_Directions for this task_. The word "toMatchObject" marks the lines you need; copy each of them from the data.

(Collected data entries)
....

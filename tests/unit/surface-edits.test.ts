import { describe, expect, it } from "vitest";
import { bulkSetAssembly, duplicateSurfaceAt, proposedUpgradeId, removeSurfaceAt, restoreSurface, setKindAt, setProposed, surfaceTotals, upgradesCoveringNothing } from "@/components/assessment/surface-edits";
import type { AssessmentDoc, AssessmentSurface } from "@/lib/assessment/doc";

const wall = (id: string, area = 100): AssessmentSurface => ({ id, name: id, kind: "wall", orientation: "N", grossAreaFt2: area, assemblyKey: "wall-1920s-2x4-empty", openings: [] });
const ceiling = (id: string): AssessmentSurface => ({ id, name: id, kind: "ceiling", orientation: "horizontal", grossAreaFt2: 500, assemblyKey: "ceiling-attic-2x6-empty", openings: [] });

function doc(upgrades: AssessmentDoc["upgrades"] = []): AssessmentDoc {
  return {
    house: { yearBuilt: 1930, stories: 2, floorAreaFt2: 1500, volumeFt3: 12000, ceilingHeightFt: 8, bedrooms: 3, foundation: "basement", shielding: "normal", indoorTempF: 70, indoorRH: 0.4, climate: null, hazards: { knobAndTube: "unknown", vermiculite: "unknown", combustionAppliances: [] } },
    heating: { fuel: "natural-gas", efficiency: { kind: "afue", value: 0.8 }, pricePerUnitUSD: 1.5 },
    leakage: { tests: [] },
    surfaces: [wall("a"), wall("b", 200), wall("c"), ceiling("top")],
    assemblies: [],
    upgrades,
  };
}
const dp = (surfaceIds: "all-walls" | string[]) => ({ id: "dp", type: "dense-pack-walls" as const, name: "Dense-pack", surfaceIds, costUSD: 1000 });
const attic = { id: "att", type: "attic-insulation" as const, surfaceIds: "all-ceilings" as const, targetRIP: 49, costUSD: 800 };

describe("proposed layer stack = the upgrade that covers the surface", () => {
  it("takes a wall out of an all-walls upgrade as an explicit list, and back in as all-walls", () => {
    const d0 = doc([dp("all-walls"), attic]);
    expect(proposedUpgradeId(d0, d0.surfaces[1]!)).toBe("dp");
    const d1 = setProposed(d0, ["b"], null);
    expect(d1.upgrades[0]!).toMatchObject({ surfaceIds: ["a", "c"] });
    expect(proposedUpgradeId(d1, d1.surfaces[1]!)).toBe("");
    const d2 = setProposed(d1, ["b", "top"], "dp");
    expect(d2.upgrades[0]!).toMatchObject({ surfaceIds: "all-walls" });
    // The ceiling is not a wall: the attic upgrade that covers it is untouched.
    expect(d2.upgrades[1]).toBe(d1.upgrades[1]);
  });

  it("says when an upgrade's own list is left empty", () => {
    const d = setProposed(doc([dp(["a"])]), ["a"], null);
    expect(upgradesCoveringNothing(d).map((u) => u.id)).toEqual(["dp"]);
  });
});

describe("delete and undo", () => {
  it("puts the surface back in place and back into the upgrade lists that named it", () => {
    const d0 = doc([dp(["a", "b"])]);
    const { doc: d1, deleted } = removeSurfaceAt(d0, 1);
    expect(d1.surfaces.map((s) => s.id)).toEqual(["a", "c", "top"]);
    expect(d1.upgrades[0]).toMatchObject({ surfaceIds: ["a"] });
    const d2 = restoreSurface(d1, deleted);
    expect(d2.surfaces.map((s) => s.id)).toEqual(["a", "b", "c", "top"]);
    expect(d2.upgrades[0]).toMatchObject({ surfaceIds: ["a", "b"] });
  });
});

describe("duplicate, kind and bulk edits", () => {
  it("duplicates below the original with fresh ids", () => {
    const src = { ...doc(), surfaces: [{ ...wall("a"), openings: [{ id: "w1", kind: "window" as const, areaFt2: 12, count: 2, productKey: "window-double-nonmetal" }] }] };
    const { doc: d, id } = duplicateSurfaceAt(src, 0);
    expect(d.surfaces).toHaveLength(2);
    expect(d.surfaces[1]!.id).toBe(id);
    expect(id).not.toBe("a");
    expect(d.surfaces[1]!.name).toBe("a (copy)");
    expect(d.surfaces[1]!.openings[0]!.id).not.toBe("w1");
    expect(d.surfaces[1]!.openings[0]!.areaFt2).toBe(12);
  });

  it("a wall turned ceiling gets a ceiling stack, faces horizontal and leaves the wall upgrade", () => {
    const d = setKindAt(doc([dp(["a", "b"])]), 0, "ceiling");
    expect(d.surfaces[0]).toMatchObject({ kind: "ceiling", orientation: "horizontal", assemblyKey: "ceiling-attic-2x6-empty" });
    expect(d.upgrades[0]).toMatchObject({ surfaceIds: ["b"] });
  });

  it("bulk-sets a stack only on surfaces of its kind and counts the others", () => {
    const r = bulkSetAssembly(doc(), ["a", "c", "top"], "wall-2x4-r13");
    expect(r.applied).toBe(2);
    expect(r.skipped).toBe(1);
    expect(r.doc.surfaces.map((s) => s.assemblyKey)).toEqual(["wall-2x4-r13", "wall-1920s-2x4-empty", "wall-2x4-r13", "ceiling-attic-2x6-empty"]);
  });

  it("totals gross and opening areas, skipping a box that is not a number yet", () => {
    const d = doc();
    d.surfaces[0] = { ...d.surfaces[0]!, openings: [{ kind: "window", areaFt2: 15, count: 2, productKey: "window-double-nonmetal" }] };
    d.surfaces[2] = { ...d.surfaces[2]!, grossAreaFt2: Number.NaN };
    const t = surfaceTotals(d, null);
    expect(t).toMatchObject({ count: 4, gross: 800, openings: 30, net: 770, ua: null });
  });
});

....

_Answer to this exercise_.
    expect(d1.upgrades[0]!).toMatchObject({ surfaceIds: ["a", "c"] });
    expect(d2.upgrades[0]!).toMatchObject({ surfaceIds: "all-walls" });
    expect(d1.upgrades[0]).toMatchObject({ surfaceIds: ["a"] });
    expect(d2.upgrades[0]).toMatchObject({ surfaceIds: ["a", "b"] });
    expect(d.surfaces[0]).toMatchObject({ kind: "ceiling", orientation: "horizontal", assemblyKey: "ceiling-attic-2x6-empty" });
    expect(d.upgrades[0]).toMatchObject({ surfaceIds: ["b"] });
    expect(t).toMatchObject({ count: 4, gross: 800, openings: 30, net: 770, ua: null });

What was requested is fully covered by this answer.